● WHAT THE TASK ASKS:
Please copy exactly every line from the one that contains "std::fs::write(&path, &roff).unwrap();" to the end of the data below, with both ends included and no other lines.

________________________________________

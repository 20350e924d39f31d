//! The manual pages in docs/man are generated from the command line's own definitions: this
//! test renders them and fails where a committed page differs. Run it with
//! `PVHAZARD_WRITE_MAN=1` to write them afresh.

use clap::CommandFactory;
use std::path::Path;

/// Each page: its file name and its roff text.
fn pages() -> Vec<(String, Vec<u8>)> {
    let top = pvhazard::cli::Cli::command();
    let mut out = Vec::new();
    let mut render = |name: String, cmd: clap::Command| {
        let mut roff = Vec::new();
        clap_mangen::Man::new(cmd)
            .render(&mut roff)
            .expect("a manual page renders");
        out.push((format!("{name}.1"), roff));
    };
    for sub in top.get_subcommands() {
        if sub.get_name() == "help" {
            continue;
        }
        // Leaked: clap names a command with a `&'static str`; a test's few pages only.
        let name: &'static str = Box::leak(format!("pvhazard-{}", sub.get_name()).into_boxed_str());
        render(name.to_string(), sub.clone().name(name));
    }
    render("pvhazard".to_string(), top);
    out
}

#[test]
fn the_manual_pages_match_the_command_line() {
    let dir = Path::new(env!("CARGO_MANIFEST_DIR")).join("docs/man");
    let write = std::env::var_os("PVHAZARD_WRITE_MAN").is_some();
    if write {
        std::fs::create_dir_all(&dir).unwrap();
    }
    for (name, roff) in pages() {
        let path = dir.join(&name);
        if write {
            std::fs::write(&path, &roff).unwrap();
            continue;
        }
        let committed = std::fs::read(&path)
            .unwrap_or_else(|e| panic!("{}: {e}; run with PVHAZARD_WRITE_MAN=1", path.display()));
        assert!(
            committed == roff,
            "{} is out of date; run `PVHAZARD_WRITE_MAN=1 cargo test --test man`",
            path.display()
        );
    }
}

________________________________________

● WRITTEN ANSWER:
            std::fs::write(&path, &roff).unwrap();
            continue;
        }
        let committed = std::fs::read(&path)
            .unwrap_or_else(|e| panic!("{}: {e}; run with PVHAZARD_WRITE_MAN=1", path.display()));
        assert!(
            committed == roff,
            "{} is out of date; run `PVHAZARD_WRITE_MAN=1 cargo test --test man`",
            path.display()
        );
    }
}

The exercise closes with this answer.